> [Recorded data]:

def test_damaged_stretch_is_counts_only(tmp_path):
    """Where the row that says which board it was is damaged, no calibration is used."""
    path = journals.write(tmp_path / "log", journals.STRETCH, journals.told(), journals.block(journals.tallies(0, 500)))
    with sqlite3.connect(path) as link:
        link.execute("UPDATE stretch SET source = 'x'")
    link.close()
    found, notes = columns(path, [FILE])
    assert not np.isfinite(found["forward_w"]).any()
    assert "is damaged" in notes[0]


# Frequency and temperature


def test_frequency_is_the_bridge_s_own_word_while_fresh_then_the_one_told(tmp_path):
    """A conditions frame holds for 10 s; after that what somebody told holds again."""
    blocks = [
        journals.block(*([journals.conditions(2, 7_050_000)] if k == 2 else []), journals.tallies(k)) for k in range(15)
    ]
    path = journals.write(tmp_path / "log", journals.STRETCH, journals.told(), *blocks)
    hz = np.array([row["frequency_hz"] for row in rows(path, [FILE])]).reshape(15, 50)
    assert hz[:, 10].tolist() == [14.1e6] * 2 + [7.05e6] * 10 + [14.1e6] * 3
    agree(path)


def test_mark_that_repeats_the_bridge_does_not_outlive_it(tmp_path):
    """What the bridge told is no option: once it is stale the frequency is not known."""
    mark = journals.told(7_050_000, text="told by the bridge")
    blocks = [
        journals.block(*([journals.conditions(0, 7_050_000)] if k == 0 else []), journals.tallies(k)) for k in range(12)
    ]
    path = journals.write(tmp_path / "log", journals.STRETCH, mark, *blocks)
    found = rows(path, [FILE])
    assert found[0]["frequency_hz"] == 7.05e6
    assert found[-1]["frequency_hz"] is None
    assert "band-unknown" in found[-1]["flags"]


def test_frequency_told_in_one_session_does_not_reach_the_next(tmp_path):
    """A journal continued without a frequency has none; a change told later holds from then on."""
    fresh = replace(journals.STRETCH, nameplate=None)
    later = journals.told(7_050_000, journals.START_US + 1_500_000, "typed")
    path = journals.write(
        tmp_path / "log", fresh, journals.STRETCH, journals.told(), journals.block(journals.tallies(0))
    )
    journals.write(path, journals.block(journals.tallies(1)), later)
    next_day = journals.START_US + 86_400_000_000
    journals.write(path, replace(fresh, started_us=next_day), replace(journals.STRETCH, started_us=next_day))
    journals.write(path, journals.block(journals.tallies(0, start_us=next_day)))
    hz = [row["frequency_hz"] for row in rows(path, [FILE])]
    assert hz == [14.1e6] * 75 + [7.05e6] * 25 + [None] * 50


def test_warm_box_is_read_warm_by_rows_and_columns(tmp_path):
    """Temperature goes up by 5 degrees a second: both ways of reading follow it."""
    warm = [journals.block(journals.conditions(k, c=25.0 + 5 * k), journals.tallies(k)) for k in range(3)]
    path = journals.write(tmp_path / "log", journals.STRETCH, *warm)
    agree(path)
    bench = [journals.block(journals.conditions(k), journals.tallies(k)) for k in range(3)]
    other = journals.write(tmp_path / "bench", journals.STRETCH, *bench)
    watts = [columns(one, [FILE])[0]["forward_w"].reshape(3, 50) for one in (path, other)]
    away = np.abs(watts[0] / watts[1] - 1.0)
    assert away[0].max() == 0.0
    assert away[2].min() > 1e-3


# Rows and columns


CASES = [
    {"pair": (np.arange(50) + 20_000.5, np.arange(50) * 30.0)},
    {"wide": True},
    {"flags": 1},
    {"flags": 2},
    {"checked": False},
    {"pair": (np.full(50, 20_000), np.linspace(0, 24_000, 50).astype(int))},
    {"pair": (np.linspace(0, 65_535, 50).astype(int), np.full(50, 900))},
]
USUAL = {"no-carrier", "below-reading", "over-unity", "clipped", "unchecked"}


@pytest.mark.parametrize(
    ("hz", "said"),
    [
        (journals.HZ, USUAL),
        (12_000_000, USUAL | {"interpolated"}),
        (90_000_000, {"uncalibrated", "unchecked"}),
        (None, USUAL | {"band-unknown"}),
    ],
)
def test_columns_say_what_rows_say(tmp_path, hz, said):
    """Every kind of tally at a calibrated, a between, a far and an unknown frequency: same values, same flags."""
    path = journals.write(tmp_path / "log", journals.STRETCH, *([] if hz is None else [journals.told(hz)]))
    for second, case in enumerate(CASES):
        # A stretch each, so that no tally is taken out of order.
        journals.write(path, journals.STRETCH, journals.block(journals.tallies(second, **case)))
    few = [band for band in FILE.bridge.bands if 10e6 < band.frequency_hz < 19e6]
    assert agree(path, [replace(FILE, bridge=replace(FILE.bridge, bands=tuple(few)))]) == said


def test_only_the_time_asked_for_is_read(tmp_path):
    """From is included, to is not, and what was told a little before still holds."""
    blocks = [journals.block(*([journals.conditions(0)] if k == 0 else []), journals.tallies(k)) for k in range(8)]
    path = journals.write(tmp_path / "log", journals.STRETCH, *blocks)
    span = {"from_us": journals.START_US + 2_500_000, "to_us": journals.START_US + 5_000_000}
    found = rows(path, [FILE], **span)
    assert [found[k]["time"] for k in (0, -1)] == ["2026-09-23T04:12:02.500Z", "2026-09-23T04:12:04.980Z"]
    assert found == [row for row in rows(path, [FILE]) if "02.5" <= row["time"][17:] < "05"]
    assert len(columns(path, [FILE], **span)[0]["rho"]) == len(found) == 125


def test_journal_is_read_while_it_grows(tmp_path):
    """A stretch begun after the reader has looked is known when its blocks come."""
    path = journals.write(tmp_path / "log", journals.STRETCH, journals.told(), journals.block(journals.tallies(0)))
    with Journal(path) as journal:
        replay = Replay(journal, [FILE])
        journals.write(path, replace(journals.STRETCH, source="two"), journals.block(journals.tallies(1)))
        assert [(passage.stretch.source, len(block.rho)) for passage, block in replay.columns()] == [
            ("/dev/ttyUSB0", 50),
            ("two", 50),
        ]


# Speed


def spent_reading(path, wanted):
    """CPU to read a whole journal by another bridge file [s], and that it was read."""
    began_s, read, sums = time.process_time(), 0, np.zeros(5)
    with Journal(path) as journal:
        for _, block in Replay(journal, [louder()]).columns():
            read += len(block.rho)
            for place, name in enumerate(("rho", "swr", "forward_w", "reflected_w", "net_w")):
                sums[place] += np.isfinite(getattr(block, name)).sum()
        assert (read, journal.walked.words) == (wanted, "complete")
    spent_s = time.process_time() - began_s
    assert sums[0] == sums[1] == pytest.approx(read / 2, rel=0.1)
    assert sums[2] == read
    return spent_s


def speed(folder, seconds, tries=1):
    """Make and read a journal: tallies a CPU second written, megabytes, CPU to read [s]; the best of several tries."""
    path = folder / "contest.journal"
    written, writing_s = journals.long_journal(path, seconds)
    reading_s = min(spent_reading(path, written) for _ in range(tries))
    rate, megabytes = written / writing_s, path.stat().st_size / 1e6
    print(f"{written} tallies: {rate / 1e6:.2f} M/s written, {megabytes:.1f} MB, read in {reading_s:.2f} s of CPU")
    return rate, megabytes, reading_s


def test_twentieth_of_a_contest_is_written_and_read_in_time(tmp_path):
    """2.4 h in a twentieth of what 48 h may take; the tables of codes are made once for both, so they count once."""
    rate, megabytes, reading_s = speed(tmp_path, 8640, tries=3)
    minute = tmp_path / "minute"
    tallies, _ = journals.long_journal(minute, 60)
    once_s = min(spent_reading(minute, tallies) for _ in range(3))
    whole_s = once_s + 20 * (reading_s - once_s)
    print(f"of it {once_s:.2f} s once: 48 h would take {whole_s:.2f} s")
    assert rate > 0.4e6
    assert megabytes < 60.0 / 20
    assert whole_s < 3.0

> [Required action]:
Among the entries above, find the line with "sums[place] += np.isfinite(getattr(block, name)).sum()" and the line with "rate, megabytes, reading_s = speed(tmp_path, 8640, tries=3)"; give again exactly these two lines and all lines between them.

> [Task result]:
                sums[place] += np.isfinite(getattr(block, name)).sum()
        assert (read, journal.walked.words) == (wanted, "complete")
    spent_s = time.process_time() - began_s
    assert sums[0] == sums[1] == pytest.approx(read / 2, rel=0.1)
    assert sums[2] == read
    return spent_s


def speed(folder, seconds, tries=1):
    """Make and read a journal: tallies a CPU second written, megabytes, CPU to read [s]; the best of several tries."""
    path = folder / "contest.journal"
    written, writing_s = journals.long_journal(path, seconds)
    reading_s = min(spent_reading(path, written) for _ in range(tries))
    rate, megabytes = written / writing_s, path.stat().st_size / 1e6
    print(f"{written} tallies: {rate / 1e6:.2f} M/s written, {megabytes:.1f} MB, read in {reading_s:.2f} s of CPU")
    return rate, megabytes, reading_s


def test_twentieth_of_a_contest_is_written_and_read_in_time(tmp_path):
    """2.4 h in a twentieth of what 48 h may take; the tables of codes are made once for both, so they count once."""
    rate, megabytes, reading_s = speed(tmp_path, 8640, tries=3)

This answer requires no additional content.